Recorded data
- - - - -

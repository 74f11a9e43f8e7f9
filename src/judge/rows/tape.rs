//! The tape: a problem's reading as a straight line of row operations, ordered so that slow ones run seldom.
//!
//! Input: a [`Reading`], the problem's clauses, and the place of each bit in the number of an input. Output: a [`Tape`].
//!
//! Going through blocks of inputs in order, bit 0 of the block's number changes at every step, bit 1 at every second,
//! and so on. The *level* of an operation is the lowest block bit that it depends on; an operation needs to run again
//! only when a bit at its level or above has changed. The tape has the operations of the highest level first, so after
//! a step that changed bits up to `h` its tail from level `h` on runs. Requirements are conjoined as they come: once no
//! lane of a level is left, all blocks that share the bits from that level up are done.
//!
//! A step has up to three operands and takes no complements: a value and its negation have a row each, where each is used.
//! A row used at its own level only is given back after its last use; one used at a faster level is kept.

use crate::id::Id;
use crate::judge::reading::Reading;
use crate::judge::reading::graph::Signal;
use crate::judge::rows::lanes::LANE_BITS;
use crate::judge::rows::wide::{Nodes, STEP_WIDTH, Value, Wide};
use crate::problem::Clauses;

/// Requirements between two looks at whether a lane is left, at the fastest level; slower levels look after each one.
const REQUIREMENTS_A_LOOK: usize = 4;

/// What a step does with the conjunction of its operands, or with their exclusive or.
#[derive(Clone, Copy, PartialEq, Eq, Debug)]
pub(crate) enum Kind {
    /// The row becomes the conjunction.
    Set,
    /// The row becomes the negated conjunction.
    SetNot,
    /// The row is conjoined with it.
    Keep,
    /// The row is conjoined with the negated conjunction.
    Clear,
    /// The row changes where the conjunction holds.
    Flip,
    /// The row becomes the exclusive or.
    SetOdd,
    /// The row changes where the exclusive or holds.
    FlipOdd,
    /// The row becomes the majority of three.
    SetMost,
    /// Ends the level if the row is empty.
    Look,
}

/// One step of a tape: places of rows.
#[derive(Clone, Copy, PartialEq, Eq, Debug)]
pub(crate) struct Step {
    pub(crate) kind: Kind,
    /// How many operands there are, up to three.
    pub(crate) len: u8,
    pub(crate) to: u32,
    pub(crate) from: [u32; STEP_WIDTH],
}

const _: () = assert!(size_of::<Step>() <= 20, "the steps of a level should stay in the first cache beside the rows");

/// Row operations for a problem.
#[derive(Clone, Debug)]
pub(crate) struct Tape {
    /// The steps of each level, by level; the last level depends on no block bit.
    levels: Vec<Vec<Step>>,
    slots: usize,
    /// The rows that hold bits of the number of an input, or their negations, by place.
    bits: Vec<Bit>,
}

/// A row that holds a bit of the number of an input.
#[derive(Clone, Copy, PartialEq, Eq, Debug)]
pub(crate) struct Bit {
    pub(crate) place: usize,
    pub(crate) negated: bool,
    pub(crate) row: u32,
}

impl Tape {
    /// The tape of clauses and a reading in which bit `i` is bit `places[i]` of the number of an input.
    pub(crate) fn new(clauses: &Clauses, reading: &Reading, places: &[usize]) -> Self {
        let top = places.len().saturating_sub(LANE_BITS);
        let requirements = requirements(clauses, reading);
        let roots: Vec<Signal> = requirements.iter().flatten().copied().collect();
        let level = |place: usize| place.checked_sub(LANE_BITS).unwrap_or(top);
        let nodes = Nodes::new(&reading.graph, &roots, places, top, level);
        let plan = Planner::plan(&nodes, &requirements, top);
        Writer::write(&nodes, &plan)
    }

    /// The level that depends on no block bit.
    pub(crate) fn top(&self) -> usize {
        self.levels.len() - 1
    }

    pub(crate) fn level(&self, level: usize) -> &[Step] {
        &self.levels[level]
    }

    /// How many row operations a sweep over all blocks takes, at most: each step as often as its level changes.
    pub(crate) fn work(&self) -> u64 {
        let work = |(level, steps): (usize, &Vec<Step>)| {
            let times = 1u64.checked_shl((self.top() - level) as u32).unwrap_or(u64::MAX);
            times.saturating_mul(steps.iter().filter(|step| step.kind != Kind::Look).count() as u64)
        };
        self.levels.iter().enumerate().map(work).fold(0, u64::saturating_add)
    }

    /// How many rows a run needs. The first ones are the lanes left after each level and all slower ones, by level; the next
    /// one is all ones.
    pub(crate) fn slots(&self) -> usize {
        self.slots
    }

    /// The rows of the bits of an input, by place.
    pub(crate) fn bits(&self) -> &[Bit] {
        &self.bits
    }
}

/// What must hold: of each of these some signal.
fn requirements(clauses: &Clauses, reading: &Reading) -> Vec<Vec<Signal>> {
    let graph = &reading.graph;
    let mut requirements = Vec::new();
    for clause in clauses.iter() {
        let lits = clause.iter().map(|lit| graph.bit(lit.bit().index()) ^ lit.is_negated());
        let mut lits: Vec<Signal> = lits.collect();
        lits.sort_unstable();
        lits.dedup();
        if lits.windows(2).all(|pair| pair[0] != !pair[1]) {
            requirements.push(lits);
        }
    }
    for &conjunct in &reading.conjuncts {
        requirements.push(match graph.factors(conjunct.node()) {
            [] if conjunct == Signal::NO => Vec::new(),
            operands if !operands.is_empty() && conjunct.is_negated() => {
                operands.iter().map(|&operand| !operand).collect()
            }
            _ => vec![conjunct],
        });
    }
    requirements
}

/// A step in the order of the tape, before rows are given out.
enum Planned {
    /// Compute a node.
    Node(usize),
    /// Require that not all of these hold.
    NotAll(Vec<Value>),
    Look,
}

impl Planned {
    fn operands(&self, nodes: &Nodes) -> Vec<Value> {
        match self {
            Self::Look => Vec::new(),
            Self::NotAll(values) => values.clone(),
            Self::Node(node) => nodes.nodes()[*node].operands(),
        }
    }
}

/// Orders the steps of every level.
struct Planner<'a> {
    nodes: &'a Nodes,
    /// The plan of each level.
    plan: Vec<Vec<Planned>>,
    planned: Vec<bool>,
}

impl<'a> Planner<'a> {
    fn plan(nodes: &'a Nodes, requirements: &[Vec<Signal>], top: usize) -> Vec<Vec<Planned>> {
        let mut of_level: Vec<Vec<Vec<Value>>> = (0..=top).map(|_| Vec::new()).collect();
        for some in requirements {
            let none: Vec<Value> = some.iter().map(|&signal| !nodes.image(signal)).collect();
            of_level[nodes.lowest(&none)].push(none);
        }
        let plan = (0..=top).map(|_| Vec::new()).collect();
        let mut planner = Self { nodes, plan, planned: vec![false; nodes.nodes().len()] };
        for level in (0..=top).rev() {
            let a_look = if level == 0 { REQUIREMENTS_A_LOOK } else { 1 };
            let count = of_level[level].len();
            for (at, none) in std::mem::take(&mut of_level[level]).into_iter().enumerate() {
                none.iter().for_each(|value| planner.node(value.node(), level));
                planner.plan[level].push(Planned::NotAll(none));
                if (at + 1) % a_look == 0 || at + 1 == count {
                    planner.plan[level].push(Planned::Look);
                }
            }
            // What faster levels need of this one.
            (0..nodes.nodes().len())
                .filter(|&node| nodes.level(node) == level)
                .for_each(|node| planner.node(node, level));
        }
        planner.plan
    }

    /// Plans a node and what it needs of its level; slower levels are planned already.
    fn node(&mut self, root: usize, level: usize) {
        let mut open = vec![(root, false)];
        while let Some((node, ready)) = open.pop() {
            let of_node = &self.nodes.nodes()[node];
            if matches!(of_node, Wide::No | Wide::Place(_)) || self.planned[node] {
                continue;
            }
            debug_assert_eq!(self.nodes.level(node), level, "slower levels are planned already");
            if ready {
                self.planned[node] = true;
                self.plan[level].push(Planned::Node(node));
                continue;
            }
            open.push((node, true));
            open.extend(of_node.operands().iter().rev().map(|operand| (operand.node(), false)));
        }
    }
}

/// Gives every value a row and writes the steps down.
struct Writer<'a> {
    nodes: &'a Nodes,
    rows: Rows,
    /// The row of each value that is used.
    row_of: Vec<Option<u32>>,
    /// Which values are used.
    is_used: Vec<bool>,
    steps: Vec<Step>,
    ones: u32,
}

impl<'a> Writer<'a> {
    fn write(nodes: &'a Nodes, plan: &[Vec<Planned>]) -> Tape {
        // The last use of a value at its own level; `KEPT` where a faster level uses it, or it is no node to compute.
        const KEPT: usize = usize::MAX;
        let values = 2 * nodes.nodes().len();
        let (mut last_use, mut is_used) = (vec![0; values], vec![false; values]);
        for (level, plan) in plan.iter().enumerate() {
            for (at, planned) in plan.iter().enumerate() {
                for value in planned.operands(nodes) {
                    is_used[value.index()] = true;
                    let last = &mut last_use[value.index()];
                    let here = if nodes.level(value.node()) == level { at } else { KEPT };
                    *last = here.max(*last);
                }
            }
        }
        let ones = plan.len() as u32;
        let rows = Rows { next: ones + 1, free: Vec::new() };
        let mut writer = Self { nodes, rows, row_of: vec![None; values], is_used, steps: Vec::new(), ones };
        let bits = writer.bits(&mut last_use, KEPT);
        let mut levels = vec![Vec::new(); plan.len()];
        for level in (0..plan.len()).rev() {
            let left = level as u32;
            writer.step(Kind::Set, left, &[left + 1]);
            for (at, planned) in plan[level].iter().enumerate() {
                match planned {
                    Planned::Look => writer.step(Kind::Look, left, &[]),
                    Planned::NotAll(values) => writer.clear(left, values),
                    Planned::Node(node) => writer.node(*node),
                }
                for value in planned.operands(nodes) {
                    let ends = last_use[value.index()] == at && nodes.level(value.node()) == level;
                    if let Some(row) = writer.row_of[value.index()].take_if(|_| ends) {
                        writer.rows.free.push(row);
                    }
                }
            }
            levels[level] = std::mem::take(&mut writer.steps);
        }
        Tape { levels, slots: writer.rows.next as usize, bits }
    }

    /// Rows for bits, which are set from outside, and for the constant.
    fn bits(&mut self, last_use: &mut [usize], kept: usize) -> Vec<Bit> {
        let mut bits = Vec::new();
        for (node, wide) in self.nodes.nodes().iter().enumerate() {
            for value in [Value::of(node), !Value::of(node)].into_iter().filter(|value| self.is_used[value.index()]) {
                let row = match wide {
                    Wide::No if value.is_negated() => self.ones,
                    // Never set: rows begin as zeros.
                    Wide::No => self.rows.take(),
                    Wide::Place(place) => {
                        let row = self.rows.take();
                        bits.push(Bit { place: *place, negated: value.is_negated(), row });
                        row
                    }
                    _ => continue,
                };
                (self.row_of[value.index()], last_use[value.index()]) = (Some(row), kept);
            }
        }
        bits.sort_unstable_by_key(|bit| (bit.place, bit.negated));
        bits
    }

    fn step(&mut self, kind: Kind, to: u32, operands: &[u32]) {
        let mut from = [self.ones; STEP_WIDTH];
        from[..operands.len()].copy_from_slice(operands);
        self.steps.push(Step { kind, len: operands.len() as u8, to, from });
    }

    fn row(&self, value: Value) -> u32 {
        self.row_of[value.index()].expect("operands are computed before their users")
    }

    fn rows(&self, values: &[Value]) -> Vec<u32> {
        values.iter().map(|&value| self.row(value)).collect()
    }

    /// Does something with a conjunction of any width: what is too much for one step is first put together in a row.
    fn conjoin(&mut self, rows: &[u32], kind: Kind, to: u32) {
        match rows {
            [] => self.step(kind, to, &[self.ones]),
            rows if rows.len() <= STEP_WIDTH => self.step(kind, to, rows),
            [a, b, rest @ ..] => {
                let scratch = self.rows.take();
                for (at, rows) in rest.chunks(STEP_WIDTH).enumerate() {
                    self.step(if at == 0 { Kind::Set } else { Kind::Keep }, scratch, rows);
                }
                self.step(kind, to, &[*a, *b, scratch]);
                self.rows.free.push(scratch);
            }
            [_] => unreachable!("one row is one step"),
        }
    }

    /// Lanes stay only where not all of these hold.
    fn clear(&mut self, left: u32, values: &[Value]) {
        let rows = self.rows(values);
        self.conjoin(&rows, Kind::Clear, left);
    }

    /// Writes a node, its negation or both.
    fn node(&mut self, node: usize) {
        let (yes, no) = (Value::of(node), !Value::of(node));
        let wanted = (self.is_used[yes.index()], self.is_used[no.index()]);
        let to = self.rows.take();
        let negated = wanted == (false, true);
        let nodes = self.nodes;
        match &nodes.nodes()[node] {
            Wide::No | Wide::Place(_) => unreachable!("only nodes to compute are planned"),
            Wide::All(values) => {
                let rows = self.rows(values);
                self.conjoin(&rows, if negated { Kind::SetNot } else { Kind::Set }, to);
            }
            Wide::Most(values) => {
                let rows = self.rows(values);
                self.step(Kind::SetMost, to, &rows);
                if negated {
                    self.step(Kind::Flip, to, &[self.ones]);
                }
            }
            Wide::Sum(terms) => self.sum(terms, negated, to),
        }
        self.row_of[if negated { no } else { yes }.index()] = Some(to);
        if wanted == (true, true) {
            let other = self.rows.take();
            self.step(Kind::SetNot, other, &[to]);
            self.row_of[no.index()] = Some(other);
        }
    }

    /// Writes a sum: values that stand alone several a step, each other term in a step.
    fn sum(&mut self, terms: &[Vec<Value>], negated: bool, to: u32) {
        let mut alone: Vec<u32> = terms.iter().filter(|term| term.len() == 1).map(|term| self.row(term[0])).collect();
        alone.extend(negated.then_some(self.ones));
        let mut is_set = false;
        for rows in alone.chunks(STEP_WIDTH) {
            self.step(if is_set { Kind::FlipOdd } else { Kind::SetOdd }, to, rows);
            is_set = true;
        }
        for term in terms.iter().filter(|term| term.len() != 1) {
            let rows = self.rows(term);
            self.conjoin(&rows, if is_set { Kind::Flip } else { Kind::Set }, to);
            is_set = true;
        }
    }
}

/// Rows that are given out and given back.
struct Rows {
    next: u32,
    free: Vec<u32>,
}

impl Rows {
    fn take(&mut self) -> u32 {
        self.free.pop().unwrap_or_else(|| {
            self.next += 1;
            self.next - 1
        })
    }
}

- - - - -

[Task requirements] In the records, locate each line holding the string "left" and copy it.

[Written answer]
//! lane of a level is left, all blocks that share the bits from that level up are done.
/// Requirements between two looks at whether a lane is left, at the fastest level; slower levels look after each one.
    /// How many rows a run needs. The first ones are the lanes left after each level and all slower ones, by level; the next
            let left = level as u32;
            writer.step(Kind::Set, left, &[left + 1]);
                    Planned::Look => writer.step(Kind::Look, left, &[]),
                    Planned::NotAll(values) => writer.clear(left, values),
    fn clear(&mut self, left: u32, values: &[Value]) {
        self.conjoin(&rows, Kind::Clear, left);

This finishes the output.